John Kuliktana had been a student at University of Alaska, Anchorage. A brilliant student, although Paul hadn’t known that at the time. He also knew how to party, and in that Paul recognized a kindred spirit. They’d met at some party or another, developed a nodding acquaintanceship, then a real friendship.
One night, John had called him in a panic. “Do you own a tux?” he asked.
“No, I don’t own a tux,” Paul said with disgust. “Who owns a tux?”
“I do,” he replied. “I think mine will fit you. Look, my grandmother is in town for the opening night of the symphony season, and she wants me to escort her. I can’t.
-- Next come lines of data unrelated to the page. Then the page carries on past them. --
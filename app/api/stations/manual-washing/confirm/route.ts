// POST /api/stations/manual-washing/confirm — record a set's manual wash once its steps are confirmed
import { withAuth } from "@/lib/http/route";
import { readBody } from "@/lib/washing/body";
import { confirmManualWash } from "@/lib/washing/manual";
import { manualWashConfirmSchema } from "@/lib/washing/schemas";

export const POST = withAuth("stations.operate", async ({ req, db, user }) => confirmManualWash(db, user, await readBody(req, manualWashConfirmSchema)));
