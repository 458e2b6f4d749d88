// GET /api/orders/:id — one order with each set's cycle states and times (404 for another tenant's)
import { parseId, withAuth } from "@/lib/http/route";
import { getOrderDetail } from "@/lib/orders/service";

export const GET = withAuth<{ id: string }>("orders.view", async ({ db, user, params }) => {
  return getOrderDetail(db, user, parseId(params.id, "That order"));
});
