def front_view_svg(spec: dict, points, camber, pose=(0.0, 0.0, 0.0), shell_poly=None, *,
                   marks: Sequence[dict] | None = None, dimensions: bool = False, labels: Sequence[str] | None = None,
                   title: str = "", width: str = "100%", jig_datum=None, wheels: Sequence | None = None) -> str:
    """SVG of one state, with a scale bar and a legend.

    Parameters
    ----------
    spec : dict from :func:`drawing_spec`
    points : ndarray of shape (n_points, 2)
        mm, model.point_refs order.
    camber : ndarray of shape (2,)
        rad, [left, right].
    pose : (y_O, z_O, phi_rad)
        Chassis pose, for the shell section.
    shell_poly : ndarray of shape (m, 2), optional
        Shell section, chassis frame.
    marks : list of dict, optional
        Clearance marks of the state (:meth:`tiltopt.reports.marks.FrontMarks.state`), drawn as
        leaders labelled with :func:`mark_label`.
    dimensions : bool
        Add dimension lines (track, outer width of the wheels, pivot heights) and pivot tags.
    labels : list of str, optional
        Tag per pivot of ``spec['pivots']`` (e.g. "P1").
    wheels : list of (R, r, hub_half), optional
        The wheels of this design (default: the spec's).
    """
    P = np.asarray(points, float)
    cam = np.asarray(camber, float)
    parts: list[str] = []
    wh = wheels or [(w["R"], w["r"], w["hub_half"]) for w in spec["wheels"]]
    outlines = [wheel_outline(P[w["centre"]], cam[i], *wh[i], 16) for i, w in enumerate(spec["wheels"])]
    shell_g = chassis_transform(shell_poly, pose) if shell_poly is not None else None
    tube_pts = [P[[t[0], t[1]]] + np.array([[0.0, t[2]], [0.0, -t[2]]]) for t in spec["tubes"]]
    allp = [P[[i for b in spec["bodies"] for i in b["hull"]]]] + outlines + tube_pts + \
        ([shell_g] if shell_g is not None else [])
    allp = np.concatenate(allp)
    allp = allp[np.all(np.isfinite(allp), axis=1)]
    ymin, ymax = float(allp[:, 0].min()), float(allp[:, 0].max())
    zmin, zmax = min(0.0, float(allp[:, 1].min())), float(allp[:, 1].max())
    span = max(ymax - ymin, zmax - zmin, 100.0)
    lw = span / 260.0
    fs = span / (40.0 if dimensions else 44.0)
    items = legend_items(spec, shell_g is not None, bool(marks))
    leg_rows, leg_h = _legend_layout(items, fs, (ymax - ymin) + 0.12 * span)
    pad = 0.06 * span
    pad_b = pad + (0.16 * span if dimensions else 0.02 * span) + 2.2 * fs
    pad_l = pad + (0.14 * span if dimensions else 0.0)
    pad_t = pad + leg_h
    vb = (ymin - pad_l, -(zmax + pad_t), (ymax - ymin) + pad_l + pad, (zmax - zmin) + pad_t + pad_b)
    parts.append(f'<svg xmlns="http://www.w3.org/2000/svg" viewBox="{_f(vb[0])} {_f(vb[1])} {_f(vb[2])} {_f(vb[3])}" '
                 f'width="{width}" class="frontview" font-family="Helvetica, Arial, sans-serif">')
    if title:
        parts.append(f"<title>{html.escape(title)}</title>")
    # ground
    parts.append(f'<rect x="{_f(vb[0] - 2 * span)}" y="0" width="{_f(vb[2] + 4 * span)}" height="{_f(vb[3] + vb[1])}" '
                 f'fill="#efe9e1"/>')
    parts.append(f'<line x1="{_f(vb[0] - 2 * span)}" y1="0" x2="{_f(vb[0] + vb[2] + 2 * span)}" y2="0" '
                 f'stroke="{GROUND_COLOUR}" stroke-width="{_f(lw * 1.2)}"/>')
    if shell_g is not None:
        parts.append(f'<polygon class="shell" points="{_pts(shell_g)}" fill="{SHELL_COLOUR}" fill-opacity="0.12" '
                     f'stroke="{SHELL_COLOUR}" stroke-width="{_f(lw)}" stroke-dasharray="{_f(lw * 6)},{_f(lw * 3)}"/>')
    for o in outlines:
        parts.append(f'<polygon class="wheel" points="{_pts(o)}" fill="{TYRE_FILL}" fill-opacity="0.18" '
                     f'stroke="{TYRE_FILL}" stroke-width="{_f(lw)}" stroke-linejoin="round"/>')
    for b in spec["bodies"]:
        h = P[b["hull"]]
        if len(h) > 2:
            parts.append(f'<polygon class="body" points="{_pts(h)}" fill="{b["colour"]}" fill-opacity="0.10" '
                         f'stroke="none"><title>{html.escape(b["name"])}</title></polygon>')
    colour = {bi: b["colour"] for bi, b in enumerate(spec["bodies"])}
    for ia, ib, rad, body, name in spec["tubes"]:
        parts.append(f'<polyline class="tube" points="{_pts(P[[ia, ib]])}" stroke="{colour.get(body, LINK_COLOUR)}" '
                     f'stroke-opacity="0.85" stroke-width="{_f(2 * rad)}" stroke-linecap="round">'
                     f'<title>{html.escape(name)} (tube {2 * rad:g} mm)</title></polyline>')
    for i, j, name in spec["springs"]:
        parts.append(f'<polyline class="spring" points="{_pts(_coil(P[i], P[j], lw * 9))}" fill="none" '
                     f'stroke="{SPRING_COLOUR}" stroke-width="{_f(lw * 1.6)}" stroke-linejoin="round">'
                     f'<title>{html.escape(name)}</title></polyline>')
    for a, b, r_, name in spec["sliders"]:
        parts.append(f'<polyline points="{_pts(P[[a, b]])}" stroke="#555" stroke-width="{_f(lw * 1.2)}" '
                     f'stroke-dasharray="{_f(lw * 3)},{_f(lw * 2)}"/>')
    for w in spec["wheels"]:
        c = P[w["centre"]]
        parts.append(f'<circle cx="{_f(c[0])}" cy="{_f(-c[1])}" r="{_f(lw * 2.5)}" fill="{TYRE_FILL}" '
                     f'stroke="{TYRE_FILL}" stroke-width="{_f(lw)}"/>')
    for k, (i, name) in enumerate(spec["pivots"]):
        c = P[i]
        parts.append(f'<circle class="pivot" cx="{_f(c[0])}" cy="{_f(-c[1])}" r="{_f(lw * 3.2)}" fill="#fff" '
                     f'stroke="#111" stroke-width="{_f(lw * 1.1)}"><title>{html.escape(name)}</title></circle>')
        if labels:
            parts.append(f'<text x="{_f(c[0] + lw * 5)}" y="{_f(-c[1] - lw * 5)}" font-size="{_f(fs)}" '
                         f'fill="#111">{html.escape(labels[k])}</text>')
    if spec.get("datum", -1) >= 0:
        c = P[spec["datum"]]
        d = lw * 6
        parts.append(f'<path d="M{_f(c[0] - d)},{_f(-c[1])}H{_f(c[0] + d)}M{_f(c[0])},{_f(-c[1] + d)}V{_f(-c[1] - d)}" '
                     f'stroke="#111" stroke-width="{_f(lw)}"/>')
    if jig_datum is not None:
        jy, jz = float(jig_datum[0]), float(jig_datum[1])
        d = lw * 7
        parts.append(f'<g stroke="#c8553d" stroke-width="{_f(lw)}" fill="none"><circle cx="{_f(jy)}" cy="{_f(-jz)}" '
                     f'r="{_f(d * 0.6)}"/><path d="M{_f(jy - d)},{_f(-jz)}H{_f(jy + d)}M{_f(jy)},{_f(-jz + d)}'
                     f'V{_f(-jz - d)}"/></g><text x="{_f(jy + d)}" y="{_f(-jz + fs)}" font-size="{_f(fs)}" '
                     f'fill="#c8553d">J</text>')
    from .marks import drawn

    for m in drawn(list(marks or ())):
        parts += _mark_svg(m, lw, fs)
    if dimensions:
        parts += _dimensions(spec, P, cam, wh, lw, fs, span, vb)
    parts += _scale_bar(vb, span, lw, fs)
    parts += _legend_svg(leg_rows, vb, lw, fs)
    parts.append("</svg>")
    return "\n".join(parts)


def _mark_svg(m: dict, lw: float, fs: float) -> list[str]:
    """A clearance mark: a leader between its two points and its label (class ``mark``, data attributes
    for its kind, wheel and value)."""
    p, q = np.asarray(m["p"], float), np.asarray(m["q"], float)
    text = mark_label(m)
    wheel = "" if m.get("wheel") is None else f' data-wheel="{int(m["wheel"])}"'
    d = q - p
    L = float(np.hypot(*d))
    nrm = np.array([-d[1], d[0]]) / L if L > 1e-9 else np.array([0.0, 1.0])
    mid = 0.5 * (p + q) + nrm * fs * 0.6
    out = [f'<g class="mark" data-kind="{m["kind"]}"{wheel} data-mm="{m["mm"]}"><title>'
           f'{html.escape(MARK_SHORT.get(m["kind"], m["kind"]))}: {html.escape(text)} '
           f'({html.escape(str(m.get("to", "")))})'
           f'</title>']
    if L > 1e-9:
        out.append(f'<line x1="{_f(p[0])}" y1="{_f(-p[1])}" x2="{_f(q[0])}" y2="{_f(-q[1])}" stroke="{GAP_COLOUR}" '
                   f'stroke-width="{_f(lw)}"/>')
        for e in (p, q):
            out.append(f'<circle cx="{_f(e[0])}" cy="{_f(-e[1])}" r="{_f(lw * 1.4)}" fill="{GAP_COLOUR}"/>')
    out.append(f'<text x="{_f(mid[0])}" y="{_f(-mid[1])}" font-size="{_f(fs * 0.9)}" fill="{GAP_COLOUR}" '
               f'text-anchor="middle" stroke="#ffffff" stroke-width="{_f(fs * 0.22)}" paint-order="stroke">'
               f'{html.escape(text)}</text></g>')
    return out


def _legend_layout(items, fs: float, width: float):
    """Rows of legend items that fit ``width`` (text widths estimated at 0.55 em a character)."""
    rows, row, x = [], [], 0.0
    for it in items:
        w = fs * (1.6 + 0.52 * len(it[2])) + fs * 1.2
        if row and x + w > width:
            rows.append(row)
            row, x = [], 0.0
        row.append((it, x))
        x += w
    if row:
        rows.append(row)
    return rows, len(rows) * fs * 1.35 + fs * 0.6


def _legend_svg(rows, vb, lw: float, fs: float) -> list[str]:
    out = [f'<g class="legend" font-size="{_f(fs)}" fill="#1d2733">']
    y0 = vb[1] + fs * 1.2
    for k, row in enumerate(rows):
        y = y0 + k * fs * 1.35
        for (kind, colour, text), x in row:
            x0 = vb[0] + fs * 0.6 + x
            if kind == "shell":
                sw = (f'<line x1="{_f(x0)}" y1="{_f(y - fs * 0.3)}" x2="{_f(x0 + fs * 1.2)}" y2="{_f(y - fs * 0.3)}" '
                      f'stroke="{colour}" stroke-width="{_f(lw * 1.5)}" stroke-dasharray="{_f(lw * 4)},{_f(lw * 2)}"/>')
            elif kind in ("spring", "mark"):
                sw = (f'<line x1="{_f(x0)}" y1="{_f(y - fs * 0.3)}" x2="{_f(x0 + fs * 1.2)}" y2="{_f(y - fs * 0.3)}" '
                      f'stroke="{colour}" stroke-width="{_f(lw * 2)}"/>')
            else:
                op = "0.35" if kind == "wheel" else "0.85"
                sw = (f'<rect x="{_f(x0)}" y="{_f(y - fs * 0.75)}" width="{_f(fs * 1.2)}" height="{_f(fs * 0.8)}" '
                      f'fill="{colour}" fill-opacity="{op}" rx="{_f(fs * 0.15)}"/>')
            out.append(f'<g class="key">{sw}<text x="{_f(x0 + fs * 1.6)}" y="{_f(y)}">{html.escape(text)}</text></g>')
    out.append("</g>")
    return out


def _scale_bar(vb, span: float, lw: float, fs: float) -> list[str]:
    """A scale bar in the bottom right corner: a round length in mm."""
    L = nice_length(vb[2])
    x1 = vb[0] + vb[2] - fs * 0.8
    x0 = x1 - L
    y = vb[1] + vb[3] - fs * 0.9
    t = fs * 0.35
    return [f'<g class="scalebar" data-mm="{L:g}" stroke="#1d2733" stroke-width="{_f(lw * 1.2)}" fill="none">'
            f'<path d="M{_f(x0)},{_f(y - t)}V{_f(y)}H{_f(x1)}V{_f(y - t)}'
            f'M{_f((x0 + x1) / 2)},{_f(y)}V{_f(y - t * 0.6)}"/>'
            f'</g><text x="{_f((x0 + x1) / 2)}" y="{_f(y - t - fs * 0.25)}" font-size="{_f(fs * 0.8)}" '
            f'text-anchor="middle" fill="#1d2733">{L:g} mm</text>']


def _coil(a, b, amp, n=8):
    a, b = np.asarray(a, float), np.asarray(b, float)
    d = b - a
    L = float(np.hypot(*d)) or 1.0
    u = d / L
    nrm = np.array([-u[1], u[0]])
    amp = min(amp, 0.12 * L)
    pts = [a, a + d * 0.15]
    for k in range(1, 2 * n):
        f = 0.15 + 0.7 * k / (2 * n)
        pts.append(a + d * f + nrm * amp * (1 if k % 2 else -1))
    pts += [a + d * 0.85, b]
    return np.array(pts)


def _dim_h(x1, x2, y, text, lw, fs, ext_from=None):
    """Horizontal dimension at SVG y (already flipped), between x1 and x2."""
    a = lw * 4
    s = [f'<g class="dim" stroke="#222" stroke-width="{_f(lw * 0.7)}" fill="none">',
         f'<line x1="{_f(x1)}" y1="{_f(y)}" x2="{_f(x2)}" y2="{_f(y)}"/>',
         f'<path d="M{_f(x1 + a)},{_f(y - a / 2)}L{_f(x1)},{_f(y)}L{_f(x1 + a)},{_f(y + a / 2)}'
         f'M{_f(x2 - a)},{_f(y - a / 2)}L{_f(x2)},{_f(y)}L{_f(x2 - a)},{_f(y + a / 2)}"/>']
    if ext_from is not None:
        for x, y0 in ext_from:
            s.append(f'<line x1="{_f(x)}" y1="{_f(y0)}" x2="{_f(x)}" y2="{_f(y + a)}" '
                     f'stroke-dasharray="{_f(lw * 2)},{_f(lw * 2)}"/>')
    s.append("</g>")
    s.append(f'<text x="{_f(0.5 * (x1 + x2))}" y="{_f(y - lw * 2.5)}" font-size="{_f(fs)}" text-anchor="middle" '
             f'fill="#222">{html.escape(text)}</text>')
    return s


def _dimensions(spec, P, cam, wh, lw, fs, span, vb):
    from tiltopt.kinematics.wheel_solid import lateral_reach

    out = []
    wl = spec["wheels"][0]
    # contacts (docs/domain.md): the lowest point of each tyre, (R - r) sin(camber) inboard of the centre
    cts, reach = [], []
    for k, w in enumerate(spec["wheels"]):
        R, r, h = wh[k]
        c = P[w["centre"]]
        cts.append(np.array([c[0] - (R - r) * math.sin(cam[k]), 0.0]))
        e = float(lateral_reach(R, r, h, cam[k]))
        reach.append((c[0] - e, c[0] + e))
    cl, cr = cts
    y1 = 0.06 * span
    out += _dim_h(cl[0], cr[0], y1, f"track {cr[0] - cl[0]:.1f} mm", lw, fs,
                  ext_from=[(cl[0], 0.0), (cr[0], 0.0)])
    lo = min(a for a, _ in reach)
    hi = max(b for _, b in reach)
    y2 = 0.13 * span
    out += _dim_h(lo, hi, y2, f"outer width of the wheels {hi - lo:.1f} mm", lw, fs,
                  ext_from=[(lo, 0.0), (hi, 0.0)])
    # heights of the chassis pivots and the wheel centre, as a chain at the left
    ch = [b for b in spec["bodies"] if b["chassis"]][0]
    chassis_pts = set(ch["hull"])
    heights = sorted({round(float(P[i, 1]), 1) for i, _ in spec["pivots"] if i in chassis_pts} |
                     {round(float(P[wl["centre"], 1]), 1)})
    x = vb[0] + 0.09 * span
    a = lw * 4
    for k, h in enumerate(heights):
        xk = x + (k % 2) * 0.035 * span
        out.append(f'<g class="dim" stroke="#222" stroke-width="{_f(lw * 0.7)}" fill="none">'
                   f'<line x1="{_f(xk)}" y1="0" x2="{_f(xk)}" y2="{_f(-h)}"/>'
                   f'<path d="M{_f(xk - a / 2)},{_f(-h + a)}L{_f(xk)},{_f(-h)}L{_f(xk + a / 2)},{_f(-h + a)}"/>'
                   f'<line x1="{_f(xk - a)}" y1="{_f(-h)}" x2="{_f(xk + 0.03 * span)}" y2="{_f(-h)}" '
                   f'stroke-dasharray="{_f(lw * 2)},{_f(lw * 2)}"/></g>')
        tx, anchor = (xk + lw * 2, "start") if k % 2 else (xk - lw * 2, "end")
        out.append(f'<text x="{_f(tx)}" y="{_f(-h - lw * 2)}" font-size="{_f(fs * 0.85)}" '
                   f'text-anchor="{anchor}" fill="#222">{h:.1f}</text>')
    out.append(f'<text x="{_f(x)}" y="{_f(fs * 1.4)}" font-size="{_f(fs * 0.8)}" fill="#222" text-anchor="middle">'
               f'z, mm</text>')
    return out
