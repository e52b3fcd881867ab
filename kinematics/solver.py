"""Batched Newton (Gauss-Newton) solve of the assembly equations.

Equations, all in mm (see docs/domain.md and :mod:`tiltopt.kinematics.model`):

- loop pins: ``x(a) - x(b) = 0`` (2 rows each);
- loop sliders: offset of the runner point from the guide line, and the
  relative angle times a characteristic length (2 rows each);
- links: ``|x(a) - x(b)| - L0 = 0``; springs: the same with a target length;
- wheel on ground: ``z_c - (R - r) cos(gamma) - r = 0`` per wheel;
- lateral reference: mean contact ``y = y_c - (R - r) sin(gamma)`` is 0;
- travel (lean-0 stage only): ``z_c - z_O - (z_c0 - z_O0) - s = 0`` per wheel.

The chassis angle is the prescribed lean. The step is the least-squares
Newton step ``(J^T J) dq = -J^T r`` on angle-scaled columns (exact Newton for a
square system, Gauss-Newton for a redundant one such as the rigid
parallelogram, whose redundant equation stays consistent).
"""
from __future__ import annotations

from dataclasses import dataclass
from typing import NamedTuple

import numpy as np

from .model import ANGLE, Geometry, Model

# status codes of a solved state
CONVERGED = 0
STALLED = 1        # the equations cannot all be met here (locked, toggled, over-constrained)
MAX_ITER = 2       # iteration limit reached
NONFINITE = 3      # geometry degenerated (zero-length member, NaN)
SKIPPED = 4        # not attempted: an earlier state of the same path failed
FOLD = 5           # the path passed a toggle: the solution found lies on another assembly branch
# Newton step rules, shared by this numpy path and the compiled kernel (kinematics/kernel.py reads them
# from here; numba takes module globals as compile-time constants):
STALL_FROM_ITER = 4       # from this iteration on, an item whose residual ...
STALL_RATIO = 0.9         # ... is above this share of its best earlier residual is stalled
BEST_FROM_ITER = 2        # the best earlier residual counts from this iteration (the first steps may rise)
CHORD_CUT = 0.1           # a chord step must cut the residual to this share, or chord steps stop for the item
STATUS_TEXT = {
    CONVERGED: "converged",
    STALLED: "cannot reach this state (locked: the equations have no solution here)",
    MAX_ITER: "no convergence within the iteration limit",
    NONFINITE: "geometry degenerated (non-finite values)",
    SKIPPED: "not attempted: an earlier state on the same path failed",
    FOLD: "cannot reach this state: the linkage toggles before it (the lean path folds back; the solution "
          "found belongs to another assembly branch)",
}


@dataclass(frozen=True)
class SolveSettings:
    """Newton settings.

    tol_mm : largest equation residual accepted as converged, mm.
    max_iter : iteration limit per solve.
    max_angle_step_rad : largest change of any angle in one iteration.
    chord_below_mm : below this largest residual a Newton step reuses the
        Jacobian (and, compiled, its LU factors) of the item's previous step, a
        chord step: from a good predictor that cuts the residual to about its
        square times the distance moved, so convergence is unchanged while
        a Jacobian and a factorisation are saved. A chord step that does not
        cut the residual tenfold stops chord steps for that item. 0 disables it.
    engine : {'compiled', 'numpy'}
        'compiled' runs the iteration per item in numba-compiled code
        (:mod:`tiltopt.kinematics.kernel`); 'numpy' is the array-at-a-time reference
        path. Both solve the same equations with the same step rule.
    """

    tol_mm: float = 1e-10
    max_iter: int = 30
    max_angle_step_rad: float = 0.25
    chord_below_mm: float = 1e-6
    engine: str = "compiled"

    def __post_init__(self):
        if self.engine not in ENGINES:
            raise ValueError(f"SolveSettings.engine must be one of {ENGINES}; got {self.engine!r}.")


ENGINES = ("compiled", "numpy")


class Batch:
    """Per-item constant arrays of one batched solve.

    Items are (candidate, path) pairs; ``cand`` maps each item to its
    candidate in ``geom``.
    """

    def __init__(self, model: Model, geom: Geometry, cand: np.ndarray):
        self.model = model
        self.cand = np.asarray(cand, dtype=int)
        tab = model._np
        V, U = model.design_vectors(geom, tab)
        self.V, self.U = V[self.cand], U[self.cand]
        pts = geom.points[self.cand]
        self.R = geom.outer_radius[self.cand]
        self.r = geom.crown_radius[self.cand]
        self.gamma0 = geom.static_camber[self.cand]
        self.Lc = model.char_length(geom)[self.cand]
        m = model
        # link and spring design lengths
        self.L_link = np.linalg.norm(pts[:, m.mech_idx(m.eq_link, 0)] - pts[:, m.mech_idx(m.eq_link, 1)], axis=-1)
        self.L_spring0 = np.linalg.norm(pts[:, m.mech_idx(m.eq_spring, 0)] - pts[:, m.mech_idx(m.eq_spring, 1)],
                                        axis=-1)
        # slider guide normals (design) and wheel-centre design heights
        if len(m.eq_slider):
            u = pts[:, m.mech_idx(m.eq_slider, 1)] - pts[:, m.mech_idx(m.eq_slider, 0)]
            u /= np.linalg.norm(u, axis=-1, keepdims=True)
            self.n0 = np.stack([-u[..., 1], u[..., 0]], axis=-1)
        else:
            self.n0 = np.zeros((len(self.cand), 0, 2))
        self.zc0 = pts[:, m.needed[m.eq_wheel], 1]
        # scaling of angle columns: an angle step of 1 rad moves points by ~Lc mm
        self.col_scale = np.where(m.coord_kind[None, :] == ANGLE, 1.0 / self.Lc[:, None], 1.0)
        # extra lean-0 rows holding directions no travel equation fixes (see hold_free_directions)
        self.hold = np.zeros((len(self.cand), 0, m.n_q))

    def take(self, idx) -> "Batch":
        new = object.__new__(Batch)
        for k, v in self.__dict__.items():
            new.__dict__[k] = v[idx] if isinstance(v, np.ndarray) else v
        return new


def n_rows(model: Model, stage: str, n_hold: int = 0) -> int:
    base = model.n_loop_rows + len(model.eq_link) + 3
    return base + (2 + n_hold if stage == "travel" else len(model.eq_spring))


def row_names(model: Model, stage: str) -> list[str]:
    tail = (["travel left", "travel right"] if stage == "travel" else model.row_names_spring)
    return model.row_names_kin + tail + ["ground left", "ground right", "lateral reference"]


def _layout(model: Model, stage: str) -> dict:
    """The linear functionals of a stage and their constant Jacobian maps (cached on the model)."""
    cache = model.__dict__.setdefault("_layouts", {})
    if stage in cache:
        return cache[stage]
    m = model
    rows: list[list[tuple]] = []
    blocks = {}

    def block(name, funcs):
        blocks[name] = slice(len(rows), len(rows) + len(funcs))
        rows.extend(funcs)

    def diffs(eq):
        return [[(a, d, 1.0), (b_, d, -1.0)] for a, b_ in eq for d in (0, 1)]

    block("pin", diffs(m.eq_pin))
    block("slider", diffs([(p, f) for f, _, p in m.eq_slider]))
    block("link", diffs(m.eq_link))
    if stage == "travel":
        block("travel", [[(int(w), 1, 1.0), ("q", 1, -1.0)] for w in m.eq_wheel])
    else:
        block("spring", diffs(m.eq_spring))
    block("ground", [[(int(w), 1, 1.0)] for w in m.eq_wheel])
    block("lateral", [[(int(m.eq_wheel[0]), 0, 0.5), (int(m.eq_wheel[1]), 0, 0.5)]])
    W1, W2, Jc = m.functional_map(rows)
    lay = dict(W1=W1, W2=W2, Jc=Jc, blocks=blocks, n_func=len(rows),
               usrc=np.array(m.tree.ang_src)[m.wheel_upright],
               slider_src=(np.array(m.tree.ang_src)[m.eq_slider_bodies[:, 0]],
                           np.array(m.tree.ang_src)[m.eq_slider_bodies[:, 1]]))
    cache[stage] = lay
    return lay


def residual(model: Model, b: Batch, q: np.ndarray, lean: np.ndarray, target: np.ndarray, stage: str,
             jac: bool = True):
    """Residual (N, m) and Jacobian (N, m, n_q + 1) of a stage.

    The Jacobian's last column is the derivative with respect to the
    prescribed lean (the chassis angle): path tangents come without extra
    residual evaluations.

    Every row is a function of a few point coordinates; the Jacobian rows of
    the linear parts (pins, coordinate differences, ground heights, lateral
    reference, travel) come from one matmul of the elementary entries with a
    constant map of fixed sparsity (:meth:`Model.functional_map`), then the
    nonlinear rows combine them with per-item unit vectors.

    Parameters
    ----------
    target : ndarray
        stage ``"travel"``: travel s per item, shape (N,), mm;
        stage ``"lean"``: held spring lengths, shape (N, n_springs), mm.
    """
    m = model
    lay = _layout(m, stage)
    x, E, ang = m.positions(q, lean, b.V, b.U, m._np, jac=jac)
    N = q.shape[0]
    nq = m.n_q + 1                       # coordinates + the lean column
    n_hold = b.hold.shape[1] if stage == "travel" else 0
    rows = n_rows(m, stage, n_hold)
    F = np.empty((N, rows))
    if jac:
        J = np.empty((N, rows, nq))
        Jf = E[0] @ lay["W1"]
        if E[1].shape[1]:
            Jf += E[1] @ lay["W2"]
        Jf = Jf.reshape(N, lay["n_func"], nq)
        Jf += lay["Jc"]
    else:
        J = Jf = None
    rs = _Rows(F, J, Jf, lay["blocks"], x)
    r0 = 0
    if len(m.eq_pin):                    # loop pins
        a, bb = m.eq_pin[:, 0], m.eq_pin[:, 1]
        k = 2 * len(a)
        F[:, r0:r0 + k] = (x[:, a] - x[:, bb]).reshape(N, k)
        if jac:
            J[:, r0:r0 + k] = Jf[:, rs.blocks["pin"]]
        r0 += k
    if len(m.eq_slider):                 # loop sliders
        r0 = _slider_rows(m, b, lay, ang, rs, r0)
    if len(m.eq_link):
        r0 = _length_rows(m.eq_link, b.L_link, rs, r0, "link")
    if stage == "travel":
        # wheel centres move s relative to the chassis datum (lean 0: chassis frame = global)
        F[:, r0:r0 + 2] = x[:, m.eq_wheel, 1] - q[:, 1, None] - b.zc0 - target[:, None]
        if jac:
            J[:, r0:r0 + 2] = Jf[:, rs.blocks["travel"]]
        r0 += 2
        if n_hold:
            # hold: v^T (q / col_scale) = 0 for each free direction v (scaled coordinates, mm)
            F[:, r0:r0 + n_hold] = np.einsum("nkq,nq->nk", b.hold, q / b.col_scale)
            if jac:
                J[:, r0:r0 + n_hold, :m.n_q] = b.hold / b.col_scale[:, None, :]
                J[:, r0:r0 + n_hold, m.n_q] = 0.0
            r0 += n_hold
    elif len(m.eq_spring):
        r0 = _length_rows(m.eq_spring, target, rs, r0, "spring")
    _ground_rows(m, b, lay, ang, rs, r0)
    return F, J


class _Rows(NamedTuple):
    """What the row writers of :func:`residual` share: F (N, m), J (N, m, n_q + 1) or None, the elementary
    Jacobian rows Jf, the row blocks of ``Jf`` and the point positions x (N, n_pts, 2)."""

    F: np.ndarray
    J: np.ndarray | None
    Jf: np.ndarray | None
    blocks: dict
    x: np.ndarray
I have a huge test in the morning, and I cannot do less than perfect on it. So, I need a replacement and you’ll do. You’re the only one in my circle she’d find acceptable.”
“Well, I don’t own a tux, and John? I’m a good 3 inches taller than you, so no yours isn’t going to fit. You’ll have to find someone else.” Paul didn’t go to the symphony, didn’t want to go the symphony and he most certainly didn’t want to escort someone else’s grandmother to the symphony.
“Rent one,” John ordered. “I’ll pay. You need to be at the Captain Cook at 7:30 p.m. She has a car and driver when she comes to town, which is good, although she might actually enjoy a ride in your Corvette.”
He hung up, and Paul shrugged. He found a tux rental shop, picked it up, got dressed and was in the lobby precisely at 7:30 p.m. Whatever he had expected it wasn’t the Inuit woman in a designer gown who swept out of the elevator and gave him a thorough going over.
“You’ll do,” she announced. “I’m Mary Ayek.”